March 18, 2014 Art Zemon

I have made a bunch of progress on the first piece of fuselage skin for my Bede BD-4C airplane. This is the piece on the top of the fuselage, at the rear. It sits under the vertical stabilizer so, no surprise, I got to cut a hole in the skin for the stabilizer’s spar to fit through. Here is a photo of the skin on the fuselage with the vertical stabilizer in place.

Bede BD-4C fuselage skin with vertical stabilizer in-place.
Bede BD-4C fuselage skin with vertical stabilizer in-place.

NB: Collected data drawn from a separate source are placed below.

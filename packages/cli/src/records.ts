/**
 * The clock record read by `tauline stability` and `tauline clock`: a phase (or fractional-frequency)
 * text file, or one clock of a RINEX clock file, named by `--phase`, `--frequency` or
 * `--rinex-clock <file> --clock <name>`. One place for the flags, their help and their errors.
 */
import { readPhaseTextSeries, readRinexClockSeries, type SampleGap } from '@tauline/sdk/io';
import type { Instant } from '@tauline/sdk/time';
import { MAX_RECORD_BYTES, sourceLabel, textChunks } from './files.js';
import { type FlagSpec, optionalFlag, type ParsedArgs, UsageError } from './framework.js';

/** What a text record holds: phase (time error, s) or fractional frequency (dimensionless). */
export type RecordKind = 'phase' | 'frequency';

const TEXT_FLAGS: Record<RecordKind, FlagSpec> = {
  phase: {
    type: 'string',
    value: '<file>',
    description:
      'Phase (time error) record: one value in seconds per line, or two columns time (s), phase (s); # comments; - reads standard input.',
  },
  frequency: {
    type: 'string',
    value: '<file>',
    description: 'Fractional-frequency record (dimensionless), same layout as --phase; - reads standard input.',
  },
};

/**
 * The input flags of a command reading a clock record: one per text kind in `kinds` (in that
 * order), then `--rinex-clock` and `--clock`.
 */
export function recordFlags(kinds: readonly RecordKind[]): Record<string, FlagSpec> {
  const flags: Record<string, FlagSpec> = {};
  for (const kind of kinds) flags[kind] = TEXT_FLAGS[kind];
  flags['rinex-clock'] = {
    type: 'string',
    value: '<file>',
    description:
      'RINEX clock file (versions 2.00–3.05, streamed); the clock bias of --clock is used as phase; - reads standard input.',
  };
  flags.clock = {
    type: 'string',
    value: '<name>',
    description: 'Satellite (e.g. G05) or station name in the RINEX clock file.',
  };
  return flags;
}

/** A clock record as read from its file. */
export interface ClockRecord {
  /** What `values` are; a RINEX clock bias is phase. */
  kind: RecordKind;
  /** The samples (phase in s, or fractional frequency), uniformly spaced by `tau0`; NaN where one is missing. */
  values: Float64Array;
  /**
   * Time of each sample in seconds: a text record's time column as written, a RINEX clock's seconds since
   * {@link ClockRecord.epoch}; undefined for a one-column text file.
   */
  times: Float64Array | undefined;
  /** Sample spacing, in seconds. */
  tau0: number;
  /** The file as the user named it. */
  source: string;
  /** The flag that named the file (`--phase`, `--frequency` or `--rinex-clock`), for messages. */
  flag: string;
  /** Runs of missing samples, each at its `time` on the `times` axis. */
  gaps: readonly SampleGap[];
  /** The clock's name in a RINEX clock file. */
  clock?: string;
  /** The RINEX file's time system, when it states one. */
  timeSystem?: string;
  /** RINEX clock file: its first sample's instant, at which `times` reads 0 s. A text record has no calendar. */
  epoch?: Instant;
}

/**
 * Reads the record named by exactly one of the input flags of {@link recordFlags}.
 * @param kinds  The text kinds the command accepts.
 * @param tau0   `--tau0`, in seconds: imposes the sample spacing (required for one-column files).
 * @throws {UsageError} for no input or several, `--rinex-clock` without `--clock` (or `--clock` without
 *   `--rinex-clock`), a directory, a
 *   one-column file without `--tau0`, or a RINEX clock with a single epoch.
 * @throws {ParseError} from the SDK readers, with file and line.
 */
export async function readClockRecord(
  args: ParsedArgs,
  kinds: readonly RecordKind[],
  tau0: number | undefined,
): Promise<ClockRecord> {
  const record = await readRecord(args, kinds, tau0);
  if (tau0 !== undefined && record.times !== undefined) {
    // An imposed τ0 finer than the record's spacing leaves most grid epochs empty; say so instead of
    // letting a statistic fail later on "too few terms".
    let missing = 0;
    for (const v of record.values) if (v !== v) missing++;
    if (missing > record.values.length / 2) {
      throw new UsageError(
        `--tau0 ${tau0} s leaves ${missing} of ${record.values.length} epochs of ${record.source} empty: ` +
          "is it smaller than the record's sample spacing? Leave --tau0 out to use the spacing of the file",
      );
    }
  }
  return record;
}

async function readRecord(
  args: ParsedArgs,
  kinds: readonly RecordKind[],
  tau0: number | undefined,
): Promise<ClockRecord> {
  const texts = kinds.map((kind) => ({ kind, file: optionalFlag(args, kind) }));
  const rinexFile = optionalFlag(args, 'rinex-clock');
  const inputs = [...kinds.map((kind) => `--${kind} <file>`), '--rinex-clock <file> --clock <name>'];
  const oneInput = `give exactly one input: ${inputs.slice(0, -1).join(', ')} or ${inputs.at(-1)}`;
  if ([...texts.map((t) => t.file), rinexFile].filter((f) => f !== undefined).length !== 1)
    throw new UsageError(oneInput);
  if (rinexFile === undefined && optionalFlag(args, 'clock') !== undefined) {
    throw new UsageError(
      '--clock names a clock of a RINEX clock file: give it with --rinex-clock <file>, or leave it out',
    );
  }
  const tau0Option = tau0 === undefined ? {} : { tau0 };
  if (rinexFile !== undefined) {
    const clock = optionalFlag(args, 'clock');
    if (clock === undefined)
      throw new UsageError('--rinex-clock needs --clock <name> (satellite such as G05, or station name)');
    // Streamed: only the chosen clock's records are kept, so memory follows its series, not the file.
    const s = await readRinexClockSeries(
      textChunks(rinexFile, 'a RINEX clock file', { maxBytes: MAX_RECORD_BYTES }),
      clock,
      { sourceName: sourceLabel(rinexFile), ...tau0Option },
    );
    // With one epoch and --tau0 the record is still a single sample: a longer file is the only fix.
    if (s.tau0 === undefined) throw new UsageError(`clock ${clock} has a single epoch; give a longer file`);
    return {
      epoch: s.epoch,
      kind: 'phase',
      values: s.phase,
      times: s.t,
      tau0: s.tau0,
      source: rinexFile,
      flag: '--rinex-clock',
      gaps: s.gaps,
      clock,
      ...(s.timeSystem ? { timeSystem: s.timeSystem } : {}),
    };
  }
  const text = texts.find((t): t is { kind: RecordKind; file: string } => t.file !== undefined);
  if (text === undefined) throw new UsageError(oneInput); // not reached: exactly one input was checked above
  const { kind, file } = text;
  const chunks = textChunks(file, `a ${kind} record (text, one or two columns)`, { maxBytes: MAX_RECORD_BYTES });
  const s = await readPhaseTextSeries(chunks, { sourceName: sourceLabel(file), ...tau0Option });
  if (s.tau0 === undefined) throw new UsageError(`${file} has one column; give the sample spacing with --tau0 <s>`);
  return { kind, values: s.phase, times: s.times, tau0: s.tau0, source: file, flag: `--${kind}`, gaps: s.gaps };
}
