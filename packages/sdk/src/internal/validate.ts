/**
 * Boundary validation helpers. Public functions validate once, here; internals trust
 * their callers. Every failure is an {@link InvalidArgumentError} naming the field.
 *
 * @internal
 */
import { InvalidArgumentError } from '../errors.js';

/** Mean equatorial radius used only to recognise "inside the Earth" input, in metres. */
const EARTH_RADIUS_FOR_CHECKS = 6_378_137;

/** Throws unless `value` is a finite number. */
export function requireFinite(argument: string, value: unknown, expected = 'a finite number'): number {
  if (typeof value !== 'number' || !Number.isFinite(value)) throw new InvalidArgumentError(argument, value, expected);
  return value;
}

/** Throws unless `value` is finite and > 0. */
export function requirePositive(argument: string, value: unknown, unit = ''): number {
  const expected = `a finite number greater than 0${unit ? ` ${unit}` : ''}`;
  const v = requireFinite(argument, value, expected);
  if (!(v > 0)) throw new InvalidArgumentError(argument, value, expected);
  return v;
}

/** Throws unless `value` is finite and ≥ 0. */
export function requireNonNegative(argument: string, value: unknown, unit = ''): number {
  const expected = `a finite number ≥ 0${unit ? ` ${unit}` : ''}`;
  const v = requireFinite(argument, value, expected);
  if (!(v >= 0)) throw new InvalidArgumentError(argument, value, expected);
  return v;
}

/** Throws unless `min ≤ value ≤ max`; `minExclusive` / `maxExclusive` make either end open. */
export function requireInRange(argument: string, value: unknown, min: number, max: number,
  { minExclusive = false, maxExclusive = false, unit = '' } = {}): number {
  const expected = `in ${minExclusive ? '(' : '['}${min}, ${max}${maxExclusive ? ')' : ']'}${unit ? ` ${unit}` : ''}`;
  const v = requireFinite(argument, value, expected);
  if ((minExclusive ? v <= min : v < min) || (maxExclusive ? v >= max : v > max)) throw new InvalidArgumentError(argument, value, expected);
  return v;
}

/** Throws unless `value` is an integer in [min, max]. */
export function requireInteger(argument: string, value: unknown, min = Number.MIN_SAFE_INTEGER,
  max = Number.MAX_SAFE_INTEGER): number {
  const expected = `an integer in [${min}, ${max}]`;
  if (typeof value !== 'number' || !Number.isInteger(value) || value < min || value > max) {
    throw new InvalidArgumentError(argument, value, expected);
  }
  return value;
}

/**
 * Throws unless `value` is a plausible orbit semi-major axis (or radius) in metres:
 * finite, above the Earth's equatorial radius and below 1e10 m. Values that would be
 * sensible in kilometres get a hint saying so.
 */
export function requireOrbitRadius(argument: string, value: unknown): number {
  const expected = `a distance from the geocentre in metres, above the Earth's equatorial radius (${EARTH_RADIUS_FOR_CHECKS} m) and below 1e10 m`;
  const v = requireFinite(argument, value, expected);
  if (v <= EARTH_RADIUS_FOR_CHECKS || v > 1e10) {
    let hint: string | undefined;
    if (v > 0 && v <= EARTH_RADIUS_FOR_CHECKS) {
      hint = `${v} m is inside the Earth`;
      if (v * 1000 > EARTH_RADIUS_FOR_CHECKS && v * 1000 <= 1e10) hint += `; did you mean ${v} km = ${v * 1000} m?`;
    }
    throw new InvalidArgumentError(argument, value, expected, hint);
  }
  return v;
}

/** Throws unless `value` is an elliptical-orbit eccentricity, 0 ≤ e < 1. */
export function requireEccentricity(argument: string, value: unknown): number {
  const expected = 'in [0, 1) for an elliptical orbit';
  const v = requireFinite(argument, value, expected);
  if (v < 0 || v >= 1) {
    const hint = v >= 1 ? 'e ≥ 1 is a parabolic or hyperbolic trajectory, which has no periodic clock term'
      : 'eccentricity cannot be negative';
    throw new InvalidArgumentError(argument, value, expected, hint);
  }
  return v;
}

/** Throws unless `value` is an array of three finite numbers. */
export function requireVector3(argument: string, value: unknown, unit: string): [number, number, number] {
  const expected = `an array of three finite numbers in ${unit}`;
  if (!Array.isArray(value) && !(value instanceof Float64Array)) throw new InvalidArgumentError(argument, value, expected);
  const arr = value as ArrayLike<unknown>;
  if (arr.length !== 3) throw new InvalidArgumentError(argument, value, expected);
  for (let i = 0; i < 3; i++) requireFinite(`${argument}[${i}]`, arr[i], `a finite number in ${unit}`);
  return [arr[0] as number, arr[1] as number, arr[2] as number];
}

Looking up from underneath, near the center of the vertical stabilizer, you can see the hole that I cut in the skin with the stabilizer’s spar sticking through it. It is really hard to see this clearly in the small image below so click on the picture to see it larger. (You can click on the other pictures, too.)

Vertical stabilizer spar extending through fuselage skin
Vertical stabilizer spar extending through fuselage skin.

Cutting the hole was pretty quick. Measuring and remeasuring and marking and double-triple-quadruple checking the marks before cutting took a long time. This was another chance for me to mess up a large and expensive piece of aluminum. Fortunately, I seem to have gotten it right. 🙂

The other task which took a long time was trimming the skin to match the width of the Bede BD-4C fuselage. I wanted the edges of the skin to line up nicely with the rounded edge of the aluminum angles and I wanted nice, long straight edges. Here is a photo of the end of the skin, so you can see what I mean.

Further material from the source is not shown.